Le Rossignol n’en écouta pas davantage ; il détestait les discussions politiques.

Il s’approcha des pigeons : il pensa qu’on pourrait leur parler musique et poésie, s’imaginant que ces oiseaux si tendres devaient aimer les beaux-arts… Il se trompait.

— Les beaux-arts ! dit un pigeon fort pédant, ils ne servent qu’à énerver l’âme.

— Ils sont bons pour les femmes, reprit un canard avec dédain.

— Pour les vôtres, peut-être, ajouta le pigeon pédant, qui était marié depuis de longues années ; mais les colombes sont déjà bien assez sensibles, elles n’ont pas besoin d’être encore exaltées par les arts.

La maîtresse de la maison, qui entendait cette conversation, pensa que si le rossignol paraissait aimer les beaux-arts, c’est qu’il possédait quelques talents.

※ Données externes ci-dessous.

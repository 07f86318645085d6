import { Injectable } from '@nestjs/common';
import { schema, type Tx } from '@proofplate/db';
import type { Role } from '@proofplate/recipe-model';
import { and, asc, count, eq, inArray, ne, sql } from 'drizzle-orm';
import type { Recipient } from '../mail/mail-kinds';
import type { SignOffMeaning } from '../recipes/dto/sign-off.dto';
import type { Process } from './sign-offs.policy';

const { signOff, revision, member } = schema;

export type NewSignOff = {
  readonly revisionId: string;
  readonly memberId: string;
  readonly printedName: string;
  readonly role: Role;
  readonly meaning: SignOffMeaning;
  readonly comment: string;
  readonly contentHash: string;
  readonly ledgerHashBefore: string;
  readonly method: 'password' | 'session';
  readonly isByAuthor: boolean;
  readonly checks: unknown;
  readonly acknowledgedCautionIds: readonly string[];
};
export type QueueCursor = { readonly submittedAt: string; readonly id: string };

@Injectable()
export class SignOffsRepository {
  async insert(tx: Tx, shopId: string, { acknowledgedCautionIds, ...values }: NewSignOff): Promise<void> {
    await tx.insert(signOff).values({ shopId, ...values, acknowledgedCautionIds: [...acknowledgedCautionIds] });
  }

  /** Revisions in review, oldest first. */
  async queue(tx: Tx, shopId: string, { limit, after }: { limit: number; after?: QueueCursor }) {
    const isAfter =
      after === undefined
        ? undefined
        : sql`(${revision.submittedAt}, ${revision.id}) > (${after.submittedAt}::timestamptz, ${after.id}::uuid)`;
    return tx
      .select({ id: revision.id, submittedAt: sql<string>`${revision.submittedAt}::text` })
      .from(revision)
      .where(and(eq(revision.shopId, shopId), eq(revision.state, 'in_review'), isAfter))
      .orderBy(asc(revision.submittedAt), asc(revision.id))
      .limit(limit);
  }

  async countInReview(tx: Tx, shopId: string): Promise<number> {
    const [row] = await tx
      .select({ waiting: count() })
      .from(revision)
      .where(and(eq(revision.shopId, shopId), eq(revision.state, 'in_review')));
    return row?.waiting ?? 0;
  }

  /** Processes that a lead may sign for; null: all of them. */
  async signsFor(tx: Tx, shopId: string, memberId: string): Promise<readonly Process[] | null> {
    const [row] = await tx
      .select({ signsFor: member.signsFor })
      .from(member)
      .where(and(eq(member.shopId, shopId), eq(member.id, memberId)));
    return row?.signsFor ?? null;
  }

  /** Names and addresses of active members with one of the roles, but for one who knows already. */
  async recipients(tx: Tx, shopId: string, { roles, exceptId }: { roles: readonly Role[]; exceptId: string }): Promise<Recipient[]> {
    const rows = await tx
      .select({ id: member.id, name: member.printedName })
      .from(member)
      .where(and(eq(member.shopId, shopId), eq(member.state, 'active'), inArray(member.role, [...roles]), ne(member.id, exceptId)))
      .orderBy(asc(member.id));
    return this.addressed(tx, rows);
  }

  /** One member; nobody when the membership has ended. */
  async recipient(tx: Tx, shopId: string, memberId: string): Promise<Recipient[]> {
    const rows = await tx
      .select({ id: member.id, name: member.printedName })
      .from(member)
      .where(and(eq(member.shopId, shopId), eq(member.id, memberId), eq(member.state, 'active')));
    return this.addressed(tx, rows);
  }

  /** Addresses belong to people, not to shops; this function tells those of the transaction's shop. */
  private async addressed(tx: Tx, members: readonly { id: string; name: string }[]): Promise<Recipient[]> {
    const rows = await tx.execute<{ member_id: string; email: string }>(sql`select member_id, email from account_addresses_of_shop()`);
    const addresses = new Map(rows.map((row) => [row.member_id, row.email]));
    return members.flatMap(({ id, name }) => {
      const address = addresses.get(id);
      return address === undefined ? [] : [{ name, address }];
    });
  }
}
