import { chakra } from '@chakra-ui/react';
import type { ReactNode } from 'react';
import { type Column, DataTable } from '../../../components/data-table';
import { StateMark } from '../../../components/state-mark';
import { TextLink } from '../../../components/text-link';
import { formatDate, formatNumber } from '../../../lib/format';
import { paths } from '../../../lib/paths';
import { useSession } from '../../../lib/session';
import type { RecipeSummary } from '../recipes.api';
import { markOf, recipeMark, recipeStateWord, underWayWord } from '../revision-words';
import { RecipeFace } from './recipe-face';

const NOTHING = '—';

export function RecipeTable({ recipes }: { recipes: readonly RecipeSummary[] }) {
  const { shop } = useSession();
  return <DataTable label="Recipes" columns={columns(shop.timeZone)} rows={recipes} rowKey={({ id }) => id} />;
}

function columns(timeZone: string): readonly Column<RecipeSummary>[] {
  return [
    {
      key: 'face',
      header: 'Plate',
      isHeaderHidden: true,
      width: '66px',
      onPhone: 'picture',
      cell: ({ face }) => face !== null && <RecipeFace face={face} />,
    },
    {
      key: 'code',
      header: 'Code',
      onPhone: 'title',
      cell: ({ code, title }) => (
        <TextLink
          to={paths.recipe(code)}
          color="fg"
          fontWeight="semibold"
          textDecoration="none"
          whiteSpace="nowrap"
          py="3"
          aria-label={`${code} ${title}`}
        >
          {code}
        </TextLink>
      ),
    },
    { key: 'material', header: 'Material and finish', cell: ({ material, finish }) => `${material.name}, ${lowerFirst(finish.name)}` },
    {
      key: 'effect',
      header: 'Effect',
      cell: ({ effect }) => lowerFirst(effect.name),
      fold: { into: 'material', words: ({ effect }) => lowerFirst(effect.name) },
    },
    { key: 'machine', header: 'Machine, lens', cell: ({ machine, lens }) => `${machine.name}, ${lens.name}` },
    { key: 'state', header: 'State', cell: (recipe) => <RecipeState recipe={recipe} /> },
    {
      key: 'revision',
      header: 'Rev.',
      align: 'end',
      onPhone: 'hidden',
      cell: ({ current }) => current?.number ?? NOTHING,
      fold: { into: 'code', words: ({ current }) => current !== null && `rev. ${current.number}` },
    },
    { key: 'parts', header: 'Parts, 30 d', align: 'end', onPhone: 'hidden', cell: ({ last30Days: { good, scrap } }) => good + scrap },
    {
      key: 'scrap',
      header: 'Scrap, %',
      align: 'end',
      onPhone: 'hidden',
      cell: ({ last30Days }) => scrapShare(last30Days),
      fold: {
        into: 'parts',
        words: ({ last30Days }) => last30Days.scrap > 0 && <chakra.span whiteSpace="nowrap">{scrapShare(last30Days)} % scrap</chakra.span>,
      },
    },
    {
      key: 'due',
      header: 'Re-prove by',
      align: 'end',
      cell: ({ current }) =>
        current?.reviewDue == null ? NOTHING : <ReviewDue current={current}>{formatDate(current.reviewDue, timeZone)}</ReviewDue>,
      fold: {
        into: 'state',
        words: ({ current }) =>
          current?.reviewDue != null && <ReviewDue current={current}>re-prove by {formatDate(current.reviewDue, timeZone)}</ReviewDue>,
      },
    },
  ];
}

function ReviewDue({ current: { isReviewOverdue }, children }: { current: { isReviewOverdue: boolean }; children: ReactNode }) {
  return (
    <chakra.span whiteSpace="nowrap" color={isReviewOverdue ? 'straw.fg' : undefined} fontWeight={isReviewOverdue ? 'semibold' : undefined}>
      {children}
    </chakra.span>
  );
}

/** The approved setting stays the row; a revision under way is a second line. */
function RecipeState({ recipe: { state, current, underWay, isHeld, checkDue } }: { recipe: RecipeSummary }) {
  return (
    <chakra.span display="inline-grid" justifyItems="start" py="1">
      {checkDue !== null && <StateMark state="reproveDue">Check due: power moved</StateMark>}
      {isHeld && <StateMark state="caution">On hold</StateMark>}
      <StateMark state={recipeMark(state)}>{recipeStateWord(state)}</StateMark>
      {current !== null && underWay !== null && <StateMark state={markOf(underWay)}>{underWayWord(underWay)}</StateMark>}
    </chakra.span>
  );
}

/** One decimal of all parts; nothing made gives no share. */
export function scrapShare({ good, scrap }: RecipeSummary['last30Days']): string {
  return good + scrap === 0 ? NOTHING : formatNumber((scrap / (good + scrap)) * 100, { decimals: 1 });
}

/** "Bead blasted" within a line; names such as "F160" stay. */
function lowerFirst(words: string): string {
  return /^[A-Z][a-z]/.test(words) ? words.charAt(0).toLowerCase() + words.slice(1) : words;
}
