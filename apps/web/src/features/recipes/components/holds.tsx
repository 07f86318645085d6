import { chakra } from '@chakra-ui/react';
import { CautionIcon } from '../../../components/icons';
import { formatTime } from '../../../lib/format';
import { useSession } from '../../../lib/session';
import type { Recipe } from '../recipes.api';

/** A hold comes before everything else. */
export function Holds({ recipe: { holds, machine } }: { recipe: Recipe }) {
  const { shop } = useSession();
  if (holds.length === 0) return null;
  return (
    <chakra.div role="alert">
      <chakra.ul display="grid" gap="2" mb="4">
        {holds.map(({ id, subject, reason, placedBy, placedAt }) => (
          <chakra.li
            key={id}
            display="grid"
            gridTemplateColumns="32px minmax(0, 1fr)"
            p="4"
            bg="straw.subtle"
            border="hairline"
            borderColor="straw.emphasized"
            borderRadius="md"
          >
            <chakra.span lineHeight="none">
              <CautionIcon />
            </chakra.span>
            <span>
              <b>{subject === 'machine' ? `${machine.name} is on hold. Start no run.` : 'This recipe is on hold. Start no run.'}</b>
              <chakra.span display="block">{reason}</chakra.span>
              <chakra.span display="block" fontSize="sm" color="fg.muted">
                Placed by {placedBy}, {formatTime(placedAt, shop.timeZone)}
              </chakra.span>
            </span>
          </chakra.li>
        ))}
      </chakra.ul>
    </chakra.div>
  );
}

— Vous êtes musicien ? lui dit-elle avec politesse.

— Un peu, madame, répondit le rossignol en faisant le modeste : nous autres poëtes, mous adorons tous la musique.

— Ah ! vous êtes aussi poëte ?

Cette question charma le rossignol ; il se croyait dédaigné, et ce fut une consolation pour lui de voir qu’il n’était qu’inconnu.

— Vous seriez bien aimable de nous déclamer quelque chose, s’écria alors une grosse femme qui avait amené ses neuf filles.

Le rossignol se fit prier le temps convenable, puis il se mit à chanter avec d’autant plus de voix qu’il s’était longtemps reposé.

Il chanta à merveille, mais on l’écouta froidement.

— Petite musique ! dit tout bas un pigeon à son confrère.

— Voix de fausset ! dit un canard à son ami.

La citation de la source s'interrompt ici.